*** Opening of EXERCISE MATERIAL ***

"""Random, valid beamplan layouts as YAML text, for property and cross-check tests.

Two front ends share one generator:

* :func:`random_layout` / :func:`random_spec`: plain seeded randomness
  (``random.Random(seed)``), deterministic for a given seed;
* :func:`layouts` / :func:`layout_specs`: hypothesis strategies whose
  choices shrink towards small, simple layouts (one source, two scanners,
  free splitters, no limits).

A layout has 1–2 sources (1–20 kW), trees of mirrors (R 0.5–0.99), drifts,
fixed and adjustable attenuators and splitters with 2–4 outputs
(efficiencies 0.8–1, fraction bounds that always admit a sum of one, some
fixed), optional heat limits sized from the most power an element can see
(so that some bind), optional dumps on splitter outputs, occasionally a
switch that combines beams of two sources (sometimes with ``select``), and
2–30 scanners (needs 50–2000 W, optional ``max_power``). Every splitter
output is connected and every chain ends at a scanner or a dump.

:class:`LayoutSpec` keeps the plain data, so that tests can change one thing
(a source's power, a mirror's reflectivity, drop a scanner) and render again.
"""

from __future__ import annotations

import copy
import random
from dataclasses import dataclass, field
from typing import Any, Protocol

from hypothesis import strategies as st

__all__ = [
    "LayoutSpec",
    "generate",
    "layout_specs",
    "layouts",
    "random_layout",
    "random_spec",
]

Settings = dict[str, Any]


# -- the choices a generator makes -------------------------------------------------


class Choices(Protocol):
    """Where the generator's randomness comes from."""

    def integer(self, low: int, high: int) -> int:
        """A whole number in [low, high]; ``low`` is the simplest."""

    def uniform(self, low: float, high: float, digits: int) -> float:
        """A number in [low, high] rounded to ``digits`` decimals."""

    def chance(self, p: float) -> bool:
        """True with probability about ``p``; False is the simplest."""


class SeededChoices:
    """Choices from ``random.Random(seed)``: deterministic for a seed."""

    def __init__(self, seed: int) -> None:
        self.rng = random.Random(seed)

    def integer(self, low: int, high: int) -> int:
        return self.rng.randint(low, high)

    def uniform(self, low: float, high: float, digits: int) -> float:
        return _clip(round(self.rng.uniform(low, high), digits), low, high)

    def chance(self, p: float) -> bool:
        return self.rng.random() < p


class DrawChoices:
    """Choices drawn by hypothesis (shrinking towards ``low`` and False)."""

    def __init__(self, draw: Any) -> None:
        self.draw = draw

    def integer(self, low: int, high: int) -> int:
        return int(self.draw(st.integers(low, high)))

    def uniform(self, low: float, high: float, digits: int) -> float:
        scale = 10**digits
        steps = self.draw(st.integers(round(low * scale), round(high * scale)))
        return _clip(round(steps / scale, digits), low, high)

    def chance(self, p: float) -> bool:
        # draws 0..99; 0 (what hypothesis shrinks to) means False
        return bool(self.draw(st.integers(0, 99)) >= round(100 * (1.0 - p)))


def _clip(x: float, low: float, high: float) -> float:
    return min(max(x, low), high)


# -- the layout as plain data ----------------------------------------------------


@dataclass
class LayoutSpec:
    """A generated layout: sections as dicts of settings, beamlines as chains.

    Powers are in W and fractions plain numbers, so that every value reads
    back exactly. :meth:`yaml` renders the layout file.
    """

    name: str
    sources: dict[str, Settings] = field(default_factory=dict)
    elements: dict[str, Settings] = field(default_factory=dict)
    scanners: dict[str, Settings] = field(default_factory=dict)
    beamlines: list[list[str]] = field(default_factory=list)

    def copy(self) -> LayoutSpec:
        """A deep copy to change."""
        return copy.deepcopy(self)

    def yaml(self) -> str:
        """The layout file text."""
        lines = [f"layout: {self.name}", "format: 1", "sources:"]
        lines += [f"  {sid}: {_flow(s)}" for sid, s in self.sources.items()]
        if self.elements:
            lines.append("elements:")
            lines += [f"  {eid}: {_flow(e)}" for eid, e in self.elements.items()]
        lines.append("scanners:")
        lines += [f"  {sid}: {_flow(s)}" for sid, s in self.scanners.items()]
        lines.append("beamlines:")
        lines += [f"  - {' -> '.join(chain)}" for chain in self.beamlines]
        return "\n".join(lines) + "\n"

    # -- edits used by the property tests --------------------------------------
    def mirrors(self) -> list[str]:
        """Ids of the mirrors."""
        return [eid for eid, e in self.elements.items() if e["kind"] == "mirror"]

    def drop_scanner(self, scanner_id: str) -> LayoutSpec:
        """A copy with ``scanner_id`` removed and its feed sent to a new dump."""
        out = self.copy()
        del out.scanners[scanner_id]
        dump = f"gone-{scanner_id}"
        out.elements[dump] = {"kind": "dump"}
        out.beamlines = [[dump if tok == scanner_id else tok for tok in chain]
                         for chain in out.beamlines]
        return out

    def without_limits(self, keep: str | None = None) -> LayoutSpec:
        """A copy without heat limits (except on ``keep``) and without max_power."""
        out = self.copy()
        for eid, e in out.elements.items():
            if eid != keep:
                e.pop("heat_limit", None)
        for s in out.scanners.values():
            s.pop("max_power", None)
        return out


def _num(x: float) -> str:
    text = repr(float(x))
    assert "e" not in text and "inf" not in text and "nan" not in text, text
    return text


def _value(key: str, value: Any) -> str:
    if isinstance(value, dict):
        return _flow(value)
    if isinstance(value, (list, tuple)):
        return "[" + ", ".join(_num(v) for v in value) + "]"
    if isinstance(value, str):
        return value
    if isinstance(value, int) and not isinstance(value, bool):
        return str(value)
    if key in ("power", "max_power", "heat_limit"):
        return f"{_num(value)} W"
    return _num(value)


def _flow(settings: Settings) -> str:
    return "{" + ", ".join(f"{k}: {_value(k, v)}" for k, v in settings.items()) + "}"


# -- the generator ---------------------------------------------------------------


class _Builder:
    def __init__(self, ch: Choices, name: str, tree: bool = False) -> None:
        self.ch = ch
        self.tree = tree  # free splitter shares only
        self.spec = LayoutSpec(name)
        self.counts: dict[str, int] = {}
        self.switch_inputs: list[str] = []

    def new_id(self, prefix: str) -> str:
        self.counts[prefix] = self.counts.get(prefix, 0) + 1
        return f"{prefix}{self.counts[prefix]:02d}"

    # A beamline chain starts at ``head`` (a source, or ``splitter.port``);
    # ``pmax`` is the most power that can reach its first element.
    def branch(self, head: str, leaves: list[str], pmax: float) -> None:
        ch = self.ch
        chain = [head]
        for _ in range(ch.integer(0, 3)):
            eid, pmax = self.simple_element(pmax)
            chain.append(eid)
        if len(leaves) == 1 and not ch.chance(0.15):
            self.end(chain, leaves[0])
            return
        tap = self.splitter(chain, leaves, pmax)
        chain.append(tap)
        self.spec.beamlines.append(chain)

    def end(self, chain: list[str], leaf: str) -> None:
        if leaf.startswith("sw"):
            tail = chain[-1].split(".")[0]
            self.switch_inputs.append(tail)
        chain.append(leaf)
        self.spec.beamlines.append(chain)

    def heat_limit(self, settings: Settings, absorbed_max: float) -> None:
        if absorbed_max > 1.0 and self.ch.chance(0.3):
            settings["heat_limit"] = max(1.0, round(absorbed_max * self.ch.uniform(
                0.2, 1.3, 3), 1))

    def simple_element(self, pmax: float) -> tuple[str, float]:
        ch = self.ch
        kind = ch.integer(0, 3)
        if kind == 0:
            eid = self.new_id("m")
            r = ch.uniform(0.5, 0.99, 3)
            e: Settings = {"kind": "mirror", "reflectivity": r}
            self.heat_limit(e, (1.0 - r) * pmax)
            gain = r
        elif kind == 1:
            eid = self.new_id("d")
            tr = ch.uniform(0.9, 1.0, 3)
            e = {"kind": "drift", "transmission": tr}
            self.heat_limit(e, (1.0 - tr) * pmax)
            gain = tr
        elif kind == 2:
            eid = self.new_id("a")
            tr = ch.uniform(0.5, 1.0, 3)
            e = {"kind": "attenuator", "transmission": tr}
            self.heat_limit(e, (1.0 - tr) * pmax)
            gain = tr
        else:
            eid = self.new_id("v")
            low = ch.uniform(0.0, 0.9, 3)
            high = ch.uniform(max(low, 0.3), 1.0, 3)
            if high <= low:
                high = 1.0
            e = {"kind": "attenuator", "transmission": [low, high]}
            self.heat_limit(e, (1.0 - low) * pmax)
            gain = high
        self.spec.elements[eid] = e
        return eid, pmax * gain

    def fractions(self, k: int) -> list[float]:
        """A partition of 1 in steps of 1/100, each at least 0.05."""
        units = [5] * k
        spare = 100 - 5 * k
        for i in range(k - 1):
            extra = self.ch.integer(0, spare)
            units[i] += extra
            spare -= extra
        units[-1] += spare
        return [u / 100 for u in units]

    def splitter(self, chain: list[str], leaves: list[str], pmax: float) -> str:
        ch = self.ch
        tap = self.new_id("t")
        live = 1 if len(leaves) == 1 else ch.integer(2, min(4, len(leaves)))
        dumps = 1 if live == 1 or (live < 4 and ch.chance(0.3)) else 0
        if live + dumps < 4 and dumps and ch.chance(0.2):
            dumps += 1
        k = live + dumps
        # group sizes: each live output gets at least one leaf
        sizes = [1] * live
        spare = len(leaves) - live
        for i in range(live - 1):
            extra = ch.integer(0, spare)
            sizes[i] += extra
            spare -= extra
        sizes[-1] += spare
        kinds: list[list[str] | None] = []
        start = 0
        for size in sizes:
            kinds.append(leaves[start:start + size])
            start += size
        kinds += [None] * (k - live)  # None: a dump
        turn = ch.integer(0, k - 1)
        kinds = kinds[turn:] + kinds[:turn]
        base = self.fractions(k)
        outputs: Settings = {}
        ports: list[tuple[str, float]] = []
        worst = 0.0
        for i, frac in enumerate(base):
            port = f"o{i + 1}"
            out: Settings = {}
            if ch.chance(0.6):
                out["efficiency"] = ch.uniform(0.8, 1.0, 3)
            mode = 0 if self.tree else 2 if ch.chance(0.2) else 1 if ch.chance(0.35) else 0
            low, high = 0.0, 1.0
            if mode == 1:
                low = round(max(0.0, frac - ch.uniform(0.0, 0.5, 2)), 2)
                high = round(min(1.0, frac + ch.uniform(0.0, 0.5, 2)), 2)
                out["fraction"] = [low, high]
            elif mode == 2:
                low = high = frac
                out["fraction"] = frac
            eff = float(out.get("efficiency", 1.0))
            worst = max(worst, 1.0 - eff)
            outputs[port] = out
            ports.append((port, pmax * eff * high))
        settings: Settings = {"kind": "splitter", "outputs": outputs}
        self.heat_limit(settings, worst * pmax)
        self.spec.elements[tap] = settings
        for (port, port_max), group in zip(ports, kinds, strict=True):
            head = f"{tap}.{port}"
            if group is None:
                dump = self.new_id("x")
                e: Settings = {"kind": "dump"}
                if ch.chance(0.1):
                    e["heat_limit"] = max(1.0, round(port_max * ch.uniform(0.1, 1.0, 3), 1))
                self.spec.elements[dump] = e
                self.spec.beamlines.append([head, dump])
            else:
                self.branch(head, group, port_max)
        return tap

    def scanner(self) -> str:
        ch = self.ch
        sid = self.new_id("litho-")
        need = ch.uniform(50.0, 2000.0, 1)
        s: Settings = {"power": need}
        if ch.chance(0.3):
            s["max_power"] = round(need * ch.uniform(0.8, 3.0, 3), 1)
        if ch.chance(0.2):
            s["priority"] = 2
        self.spec.scanners[sid] = s
        return sid


def generate(ch: Choices, name: str = "generated", max_scanners: int = 30,
             tree: bool = False) -> LayoutSpec:
    """Generate one layout (2 to ``max_scanners`` scanners) with the given choices.

    ``tree``: one source and splitter shares free in [0, 1] (the layouts that
    water-filling solves without the LP).
    """
    b = _Builder(ch, name, tree)
    n_sources = 1 if tree else 2 if ch.chance(0.35) else 1
    n_scanners = ch.integer(2, max(2, min(max_scanners, 30)))
    scanners = [b.scanner() for _ in range(n_scanners)]
    powers = [ch.uniform(1000.0, 20000.0, 1) for _ in range(n_sources)]
    source_ids = ["src-a", "src-b"][:n_sources]
    for sid, power in zip(source_ids, powers, strict=True):
        b.spec.sources[sid] = {"power": power}
    if n_sources == 1:
        b.branch("src-a", scanners, powers[0])
        return b.spec
    use_switch = ch.chance(0.5)
    if not use_switch:
        cut = ch.integer(1, n_scanners - 1)
        b.branch("src-a", scanners[:cut], powers[0])
        b.branch("src-b", scanners[cut:], powers[1])
        return b.spec
    # a switch combines one beam of each source; its own tree gets >= 1 scanner
    n_shared = ch.integer(1, n_scanners)
    shared, rest = scanners[:n_shared], scanners[n_shared:]
    cut = ch.integer(0, len(rest))
    switch = "sw1"
    b.branch("src-a", [*rest[:cut], switch], powers[0])
    b.branch("src-b", [*rest[cut:], switch], powers[1])
    sw: Settings = {"kind": "switch"}
    if ch.chance(0.5):
        sw["efficiency"] = ch.uniform(0.8, 1.0, 3)
    if ch.chance(0.3):
        sw["select"] = b.switch_inputs[ch.integer(0, len(b.switch_inputs) - 1)]
    b.spec.elements[switch] = sw
    b.branch(switch, shared, sum(powers))
    return b.spec


def random_spec(seed: int, max_scanners: int = 30, tree: bool = False) -> LayoutSpec:
    """A random layout from a seed (the same seed gives the same layout)."""
    return generate(SeededChoices(seed), f"random-{seed}", max_scanners, tree)


def random_layout(seed: int, max_scanners: int = 30, tree: bool = False) -> str:
    """A random layout's YAML text from a seed (deterministic)."""
    return random_spec(seed, max_scanners, tree).yaml()


@st.composite
def layout_specs(draw: Any, max_scanners: int = 30, tree: bool = False) -> LayoutSpec:
    """Hypothesis strategy: a random :class:`LayoutSpec` (``tree``: see :func:`generate`)."""
    return generate(DrawChoices(draw), "hypothesis", max_scanners, tree)


def layouts(max_scanners: int = 30) -> st.SearchStrategy[str]:
    """Hypothesis strategy: a random layout's YAML text."""
    return layout_specs(max_scanners).map(LayoutSpec.yaml)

*** Close of EXERCISE MATERIAL ***

◆ WORK REQUEST ◆
Among the records above, count the lines that include the word "import" and state the number by itself.

◆ SOLUTION ◆
6